(Beginning of Supplied records)
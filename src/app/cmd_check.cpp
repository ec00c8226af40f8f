// `sheetmill check PROJECT|STYLE`: load and validate without rendering (render/check_project.hpp).
// A style file is told from a project file by its keys: a project names a crs and a scale.
#include <cstdio>
#include <memory>

#include "app/commands.hpp"
#include "sheetmill/config/node.hpp"
#include "sheetmill/core/error.hpp"
#include "sheetmill/core/plural.hpp"
#include "sheetmill/project/project.hpp"
#include "sheetmill/render/check_project.hpp"
#include "sheetmill/style/style.hpp"

namespace sheetmill::app {

namespace {
struct CheckArgs {
  std::string file;
  std::string style;
  std::string sheet;
};

int check_style_file(const std::string& path) {
  style::Style style = style::load_style(path);
  long rules = 0;
  for (const auto& l : style.layers) rules += static_cast<long>(l.rules.size());
  std::printf("style: %s\n", style.name.c_str());
  std::printf("layers: %s, %s\n",
              counted(static_cast<long long>(style.layers.size()), "layer").c_str(),
              counted(rules, "rule").c_str());
  for (const auto& l : style.layers) {
    std::printf("  %-16s source '%s', %s\n", l.id.c_str(), l.source.c_str(),
                counted(static_cast<long long>(l.rules.size()), "rule").c_str());
  }
  std::printf("the style loads; nothing rendered\n");
  return 0;
}
}  // namespace

void add_check_command(CLI::App& app, Action& action, const GlobalOptions&) {
  auto args = std::make_shared<CheckArgs>();
  CLI::App* cmd = app.add_subcommand(
      "check", "Load and validate a project (with its style and data) or a style; render nothing");
  cmd->add_option("file", args->file, "Project file or style file (YAML)")
      ->required()
      ->type_name("FILE");
  cmd->add_option("--style", args->style, "Check the project with this style file instead")
      ->type_name("FILE");
  cmd->add_option("--sheet", args->sheet, "Check this tile-index sheet instead of the extent")
      ->type_name("ID");
  cmd->callback([args, &action] {
    action = [args] {
      config::ConfigNode root = config::load_file(args->file);
      if (!root.has("crs") && !root.has("scale")) return check_style_file(args->file);
      project::Project project = project::load_project(args->file);
      style::Style style = style::load_style(
          args->style.empty() ? project.style : std::filesystem::path(args->style));
      std::optional<std::string> sheet;
      if (!args->sheet.empty()) sheet = args->sheet;
      render::ProjectCheck check = render::check_project(project, style, sheet);
      std::fputs(render::describe_check(check).c_str(), stdout);
      if (check.first_error) throw *check.first_error;
      std::printf("the project is ready to render; nothing rendered\n");
      return 0;
    };
  });
}

}  // namespace sheetmill::app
(End of Supplied records)
> **Brief**
Repeat all of the records above exactly as written.

> **Result of this task**
filename src/app/cmd_check.cpp
repository ec00c8226af40f8f
// `sheetmill check PROJECT|STYLE`: load and validate without rendering (render/check_project.hpp).
// A style file is told from a project file by its keys: a project names a crs and a scale.
#include <cstdio>
#include <memory>

#include "app/commands.hpp"
#include "sheetmill/config/node.hpp"
#include "sheetmill/core/error.hpp"
#include "sheetmill/core/plural.hpp"
#include "sheetmill/project/project.hpp"
#include "sheetmill/render/check_project.hpp"
#include "sheetmill/style/style.hpp"

namespace sheetmill::app {

namespace {
struct CheckArgs {
  std::string file;
  std::string style;
  std::string sheet;
};

int check_style_file(const std::string& path) {
  style::Style style = style::load_style(path);
  long rules = 0;
  for (const auto& l : style.layers) rules += static_cast<long>(l.rules.size());
  std::printf("style: %s\n", style.name.c_str());
  std::printf("layers: %s, %s\n",
              counted(static_cast<long long>(style.layers.size()), "layer").c_str(),
              counted(rules, "rule").c_str());
  for (const auto& l : style.layers) {
    std::printf("  %-16s source '%s', %s\n", l.id.c_str(), l.source.c_str(),
                counted(static_cast<long long>(l.rules.size()), "rule").c_str());
  }
  std::printf("the style loads; nothing rendered\n");
  return 0;
}
}  // namespace

void add_check_command(CLI::App& app, Action& action, const GlobalOptions&) {
  auto args = std::make_shared<CheckArgs>();
  CLI::App* cmd = app.add_subcommand(
      "check", "Load and validate a project (with its style and data) or a style; render nothing");
  cmd->add_option("file", args->file, "Project file or style file (YAML)")
      ->required()
      ->type_name("FILE");
  cmd->add_option("--style", args->style, "Check the project with this style file instead")
      ->type_name("FILE");
  cmd->add_option("--sheet", args->sheet, "Check this tile-index sheet instead of the extent")
      ->type_name("ID");
  cmd->callback([args, &action] {
    action = [args] {
      config::ConfigNode root = config::load_file(args->file);
      if (!root.has("crs") && !root.has("scale")) return check_style_file(args->file);
      project::Project project = project::load_project(args->file);
      style::Style style = style::load_style(
          args->style.empty() ? project.style : std::filesystem::path(args->style));
      std::optional<std::string> sheet;
      if (!args->sheet.empty()) sheet = args->sheet;
      render::ProjectCheck check = render::check_project(project, style, sheet);
      std::fputs(render::describe_check(check).c_str(), stdout);
      if (check.first_error) throw *check.first_error;
      std::printf("the project is ready to render; nothing rendered\n");
      return 0;
    };
  });
}

}  // namespace sheetmill::app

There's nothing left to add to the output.